If you look at our most successful start-ups, such as Colibra, Showpad and SparkCentral, you see that they have all opened branches abroad. And yet the technical staff and product developers in Belgium are more loyal, cheaper and at least as good as their American counterparts. What’s more, they cost 100,000 dollars a year instead of 300,000…
You mentioned a start-up hype?
Yes, there is a certain overheating. These days, an idea can sometimes become a business too quickly. As such, it’s very easy to find cash. There is nothing wrong with that in principle. The start-up bubble will burst by itself.
Why on earth would talented people want to work for start-ups?
“Meaning”. I want to work where I can make a difference. The culture is also appealing: things move quickly, there is no politics, no ‘meetingitis’ and no control and command. So the efficiency and impact you can achieve yourself is usually higher than is the case in corporate companies.
Is there still hope for start-ups in Belgium?
Don’t get me wrong. My message was meant positively, but we need to keep up with the rest of the world. We are no longer better than the rest. Our past success factors, including language skills and working more efficiently, are no longer a competitive advantage, and shouldn’t be either.

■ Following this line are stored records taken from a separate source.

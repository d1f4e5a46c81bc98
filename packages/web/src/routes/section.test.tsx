import type { Build, Notice, Section, StepStates } from '@rivetside/shared';
import { screen, waitFor, within } from '@testing-library/react';
import userEvent from '@testing-library/user-event';
import { http, HttpResponse } from 'msw';
import { fakeLive } from '../testing/fake-live';
import { makeMe } from '../testing/make-me';
import { makeBuild, makeHoleLine, makeSection } from '../testing/make-section';
import { renderRoute } from '../testing/render-route';
import { server } from '../testing/server';

const [plain] = makeSection().steps;
const closing = {
  ...plain!,
  id: '0190a0b0-0000-7000-8000-0000000000e8',
  code: 'STB-8',
  number: 8,
  title: 'close with the rear spar',
  twoPerson: true,
  closesStructure: true,
  hazard: 'noise',
};
const notice: Notice = {
  id: '0190a0b0-0000-7000-8000-00000000ab01',
  kitId: makeSection().kitId,
  number: 'N1',
  title: 'no oversize in holes 1 to 8',
  class: 'beforeClose',
  revision: 'A',
  issuedOn: '2025-06-15',
  serialFrom: 10,
  serialTo: 20,
  sectionCodes: ['STB'],
  partNumbers: [],
  holeLineCodes: [],
  holes: '1-8',
  text: 'Replace the doubler.',
};
const section = makeSection({ steps: [plain!, closing], stepCount: 2, notices: [notice] });
const address = `/sections/${section.id}`;

interface Answers {
  readonly builds?: readonly Build[];
  readonly read?: () => Section | Response;
  readonly progress?: StepStates['steps'];
  readonly refuses?: boolean;
}
const problem = (status: number, title: string) =>
  HttpResponse.json(
    { type: 'about:blank', title, status },
    { status, headers: { 'content-type': 'application/problem+json' } },
  );

function answering({ builds = [], read = () => section, progress = [], refuses = false }: Answers = {}) {
  const put: StepStates[] = [];
  let steps = progress;
  server.use(
    http.get('*/api/builds', () => HttpResponse.json({ items: builds, nextCursor: null })),
    http.get('*/api/sections/:id', () => {
      const said = read();
      return said instanceof Response ? said : HttpResponse.json(said);
    }),
    http.get('*/api/builds/:id/sections/:sectionId/progress', () => HttpResponse.json({ steps })),
    http.put('*/api/builds/:id/sections/:sectionId/progress', async ({ request }) => {
      const body = (await request.json()) as StepStates;
      put.push(body);
      if (refuses) return problem(403, 'Only the builder and the crew mark progress.');
      const set = new Map(body.steps.map(({ stepId, state }) => [stepId, state]));
      steps = steps.map((step) => ({ ...step, state: set.get(step.stepId) ?? step.state }));
      return HttpResponse.json({ steps });
    }),
  );
  return put;
}
const states = [
  { stepId: plain!.id, state: 'driven' },
  { stepId: closing.id, state: 'todo' },
] as const;
const rowOf = (text: string) => screen.getByText(text).closest('tr')!;
const openTab = async (name: RegExp) => {
  await userEvent.click(await screen.findByRole('tab', { name }));
  return screen.findByRole('tabpanel', { name });
};

beforeEach(() => void fakeLive());
afterEach(() => jest.restoreAllMocks());

it('says of each step what may hurt in it, who is needed, and where it closes', async () => {
  answering();
  renderRoute(address);
  await screen.findByRole('heading', { name: 'Stabiliser', level: 1 });
  expect(rowOf('STB-8')).toHaveTextContent('two people · closes the structure · Hazard: noise');
  expect(rowOf('STB-3')).not.toHaveTextContent(/Hazard|two people|closes/);
  expect(screen.getByRole('navigation', { name: 'Where this is' })).toHaveTextContent(
    'Alderfly A-2Stabiliser',
  );
});

it.each([
  [/^Steps/, 'step 3', { stepId: plain!.id }],
  [/^Parts/, 'STB/dr-03', { partId: section.parts[1]!.id }],
  [/^Hole lines/, 'HL-STB-3', { holeLineId: section.holeLines[0]!.id }],
] as const)('hands the place on from %s', async (tab, about, place) => {
  answering();
  renderRoute(address);
  const link = within(await openTab(tab)).getByRole('link', { name: `Something is wrong here at ${about}` });
  const [path, search] = link.getAttribute('href')!.split('?');
  expect(path).toBe('/stop');
  expect(Object.fromEntries(new URLSearchParams(search))).toEqual({ sectionId: section.id, ...place });
});

it('lets only those ask who may: a mentor who builds nothing reads', async () => {
  answering();
  const [membership] = makeMe().memberships;
  const mentor = makeMe({ memberships: [{ ...membership!, roles: ['mentor'], disciplines: ['riveting'] }] });
  renderRoute(address, { me: mentor });
  const main = within(screen.getByRole('main'));
  await main.findByRole('heading', { name: 'Stabiliser' });
  expect(main.queryByRole('link', { name: /Something is wrong/ })).not.toBeInTheDocument();
});

it.each([
  { units: 'inch', through: 'STB/dr-03 0.063', hole: '#30 · 0.128', atMost: 'hole at most 0.132' },
  { units: 'mm', through: 'STB/dr-03 1.60', hole: '#30 · 3.26', atMost: 'hole at most 3.35' },
] as const)('gives a hole line in $units, with the limits of the kit maker', async (expected) => {
  const limits = {
    edgeMinimumD: 2.5,
    pitchMinimumD: null,
    holeMaximum: 0.132,
    shopHeadMinimumWidthD: null,
    shopHeadMinimumHeightD: null,
    source: 'drawing STB-3',
  };
  answering({ read: () => ({ ...section, holeLines: [makeHoleLine({ limits, questionCount: 2 })] }) });
  renderRoute(address, { units: expected.units });
  const panel = await openTab(/^Hole lines/);
  expect(panel).toHaveTextContent(expected.through);
  expect(panel).toHaveTextContent(expected.hole);
  expect(panel).toHaveTextContent(`Kit maker: edge at least 2.5 D, ${expected.atMost} (drawing STB-3)`);
  expect(within(panel).getByRole('link', { name: '2 asked at HL-STB-3' })).toHaveAttribute(
    'href',
    `/questions?holeLineId=${section.holeLines[0]!.id}`,
  );
});

it('says of a notice what class it is and whether it reaches the reader’s serial', async () => {
  answering({ builds: [makeBuild({ serial: 12 })], progress: [...states] });
  renderRoute(address);
  const panel = await openTab(/^Notices/);
  expect(panel).toHaveTextContent(/before close/i);
  expect(panel).toHaveTextContent('serials 10 to 20, holes 1 to 8');
  expect(panel).toHaveTextContent('Your serial 12 is among them.');
});

it('says of a notice beyond the reader’s serial that it is', async () => {
  answering({ builds: [makeBuild({ serial: 21 })], progress: [...states] });
  renderRoute(address);
  expect(await openTab(/^Notices/)).toHaveTextContent('Your serial 21 is not among them.');
});

it('sets how far the reader’s own build has come, step by step', async () => {
  const put = answering({ builds: [makeBuild()], progress: [...states] });
  const { user } = renderRoute(address);
  const step = await screen.findByRole('group', { name: 'Step 8 on my build' });
  await waitFor(() => expect(within(step).getByRole('radio', { name: 'to do' })).toBeChecked());
  await user.click(within(step).getByRole('radio', { name: 'pinned' }));
  await waitFor(() => expect(put).toEqual([{ steps: [{ stepId: closing.id, state: 'pinned' }] }]));
  expect(within(step).getByRole('radio', { name: 'pinned' })).toBeChecked();
  const other = screen.getByRole('group', { name: 'Step 3 on my build' });
  expect(within(other).getByRole('radio', { name: 'driven' })).toBeChecked();
});

it('goes back to how it was when the server refuses, and says so', async () => {
  answering({ builds: [makeBuild()], progress: [...states], refuses: true });
  const { user } = renderRoute(address);
  const step = await screen.findByRole('group', { name: 'Step 8 on my build' });
  await waitFor(() => expect(within(step).getByRole('radio', { name: 'to do' })).toBeChecked());
  await user.click(within(step).getByRole('radio', { name: 'driven' }));
  expect(await screen.findByRole('alert')).toHaveTextContent(
    'The step was not set. Only the builder and the crew mark progress.',
  );
  expect(within(step).getByRole('radio', { name: 'to do' })).toBeChecked();
});

it('stays at the tab that was opened when the reader’s build is read after it', async () => {
  answering({ progress: [...states] });
  let isRead: (() => void) | undefined;
  const read = new Promise<void>((resolve) => (isRead = resolve));
  server.use(
    http.get('*/api/builds', async () => {
      await read;
      return HttpResponse.json({ items: [makeBuild({ serial: 12 })], nextCursor: null });
    }),
  );
  renderRoute(address);
  const panel = await openTab(/^Notices/);
  expect(panel).not.toHaveTextContent('Your serial');
  isRead!();
  expect(await within(panel).findByText('Your serial 12 is among them.')).toBeInTheDocument();
});

it('says that progress could not be read, and shows no step as to do', async () => {
  answering({ builds: [makeBuild()] });
  server.use(
    http.get('*/api/builds/:id/sections/:sectionId/progress', () => problem(500, 'The disk is full.')),
  );
  renderRoute(address);
  expect(await screen.findByRole('alert')).toHaveTextContent(
    'How far your build has come could not be read. The disk is full.',
  );
  for (const radio of screen.getAllByRole('radio')) expect(radio).not.toBeChecked();
  expect(screen.getAllByRole('radio')[0]).toBeDisabled();
});

it.each([
  ['builds nothing', []],
  ['builds another kit', [makeBuild({ kitId: '0190a0b0-0000-7000-8000-0000000000ff' })]],
  ['may only read the build', [makeBuild({ mine: false })]],
])('offers no progress to whoever %s', async (_who, builds) => {
  answering({ builds });
  renderRoute(address);
  await screen.findByRole('heading', { name: 'Stabiliser', level: 1 });
  expect(screen.queryByRole('radio')).not.toBeInTheDocument();
});

it('lists what others met, with what was done', async () => {
  const met = {
    questionId: 'q1',
    number: 'STB-Q-001',
    title: 'Hole 7 will not line up',
    state: 'carriedOut',
    place: 'HL-STB-3',
    fixSummary: 'Open to #21, one AD5',
    carriedOutAt: '2025-05-17T12:00:00.000Z',
  } as const;
  answering({ read: () => ({ ...section, metHere: [met] }) });
  renderRoute(address);
  const panel = await openTab(/^What others met 1/);
  expect(panel).toHaveTextContent('Open to #21, one AD5, carried out 17 May 25');
  expect(within(panel).getByRole('link', { name: met.title })).toHaveAttribute('href', '/questions/q1');
});

it.each([
  [/^What others met 0/, 'Nobody has an endorsed fix in Stabiliser yet'],
  [/^Notices 0/, 'No notice of the kit maker touches this section.'],
])('says of %p that there is none', async (tab, said) => {
  answering({ read: () => ({ ...section, notices: [] }) });
  renderRoute(address);
  expect(await openTab(tab)).toHaveTextContent(said);
});

it('reads the section again when somebody else asks there', async () => {
  const fake = fakeLive();
  let waiting = 0;
  answering({ read: () => ({ ...section, questions: { waiting, underReview: 0, total: waiting } }) });
  renderRoute(address);
  expect(await screen.findByText(/none open/)).toBeInTheDocument();
  waiting = 1;
  const chapterId = makeMe().memberships[0]!.chapterId;
  fake.say('question.changed', { questionId: 'new', sectionId: section.id, chapterId });
  expect(await screen.findByText(/1 open question/)).toBeInTheDocument();
});

it('says that there is no such section', async () => {
  answering({ read: () => problem(404, 'There is no such section.') });
  renderRoute(address);
  expect(await screen.findByRole('heading', { name: /no such section/ })).toBeInTheDocument();
});

it('says why the section could not be read, and reads it again', async () => {
  let isDown = true;
  answering({ read: () => (isDown ? problem(503, 'The server is going down.') : section) });
  const { user } = renderRoute(address);
  expect(await screen.findByRole('alert')).toHaveTextContent('The server is going down.');
  isDown = false;
  await user.click(screen.getByRole('button', { name: 'Try again' }));
  expect(await screen.findByRole('heading', { name: 'Stabiliser', level: 1 })).toBeInTheDocument();
});
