import JsdomEnvironment from 'jest-environment-jsdom';

/**
 * jsdom has no fetch of its own, and msw answers Node's; the rest is what either builds on. Blob, File and FormData stay
 * jsdom's: its inputs and uploads make them.
 */
const OF_NODE = [
  'fetch',
  'Headers',
  'Request',
  'Response',
  'TextEncoder',
  'TextDecoder',
  'TextDecoderStream',
  'ReadableStream',
  'TransformStream',
  'WritableStream',
  'CompressionStream',
  'DecompressionStream',
  'BroadcastChannel',
  'structuredClone',
] as const;

// eslint-disable-next-line no-restricted-syntax -- Jest takes an environment by its default export.
export default class PageEnvironment extends JsdomEnvironment {
  override async setup(): Promise<void> {
    await super.setup();
    for (const name of OF_NODE)
      Object.defineProperty(this.global, name, {
        value: globalThis[name],
        writable: true,
        configurable: true,
      });
  }
}
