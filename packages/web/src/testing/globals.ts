// What jsdom does not lay out or scroll, so that components may ask for it.
class NothingToMeasure {
  observe(): void {}
  unobserve(): void {}
  disconnect(): void {}
}

function noMatch(media: string): MediaQueryList {
  return {
    matches: false,
    media,
    onchange: null,
    addListener: () => undefined,
    removeListener: () => undefined,
    addEventListener: () => undefined,
    removeEventListener: () => undefined,
    dispatchEvent: () => false,
  };
}

Object.assign(window, {
  matchMedia: noMatch,
  ResizeObserver: NothingToMeasure,
  IntersectionObserver: NothingToMeasure,
  scrollTo: () => undefined,
});
Element.prototype.scrollIntoView = () => undefined;

// jsdom's files cannot be read as a stream, and without that an upload to msw never arrives.
function bytesOf(file: Blob): Promise<ArrayBuffer> {
  return new Promise((resolve, reject) => {
    const reader = new FileReader();
    reader.onload = () => resolve(reader.result as ArrayBuffer);
    reader.onerror = () => reject(reader.error);
    reader.readAsArrayBuffer(file);
  });
}

Object.assign(Blob.prototype, {
  arrayBuffer(this: Blob) {
    return bytesOf(this);
  },
  async text(this: Blob) {
    return new TextDecoder().decode(await bytesOf(this));
  },
  stream(this: Blob) {
    return new ReadableStream({
      start: async (controller) => {
        controller.enqueue(new Uint8Array(await bytesOf(this)));
        controller.close();
      },
    });
  },
});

We need to embrace change. That means attracting the best brains, opening up our borders and making clear priorities, because you can’t excel in everything. Think of innovations in the fields of biotech, music festivals, foodpairing or fashion, for instance.
So it is mainly a question of mentality?
Belgians are risk averse – and this is certainly the case for government procurement agencies, large companies and SMEs. Belgians buy spreadsheets without risks: you need to be the best, the cheapest and the most well-known, all at the same time. The Dutch want to see and discover a lot more in the way of innovative products. The Dutch will buy from you precisely because you’ve got something new and original. Belgians won’t buy from you precisely because you’re trying to sell something completely new and original. In my view, the fact that we are so risk-averse is a major risk in itself.
Eric Kenis, Consultant, Coach & Author in (growth) entrepreneurship
Prior to writing the 'Hoek af' series of books, Kenis was active in the start-up landscape for 10 years. He set up the starters project Bryo on behalf of Voka. Over the last 2 years, Kenis has been creating entrepreneurial concepts and implementing business projects for clients including ING Belgium, Vlerick Business School, UGent and Unizo.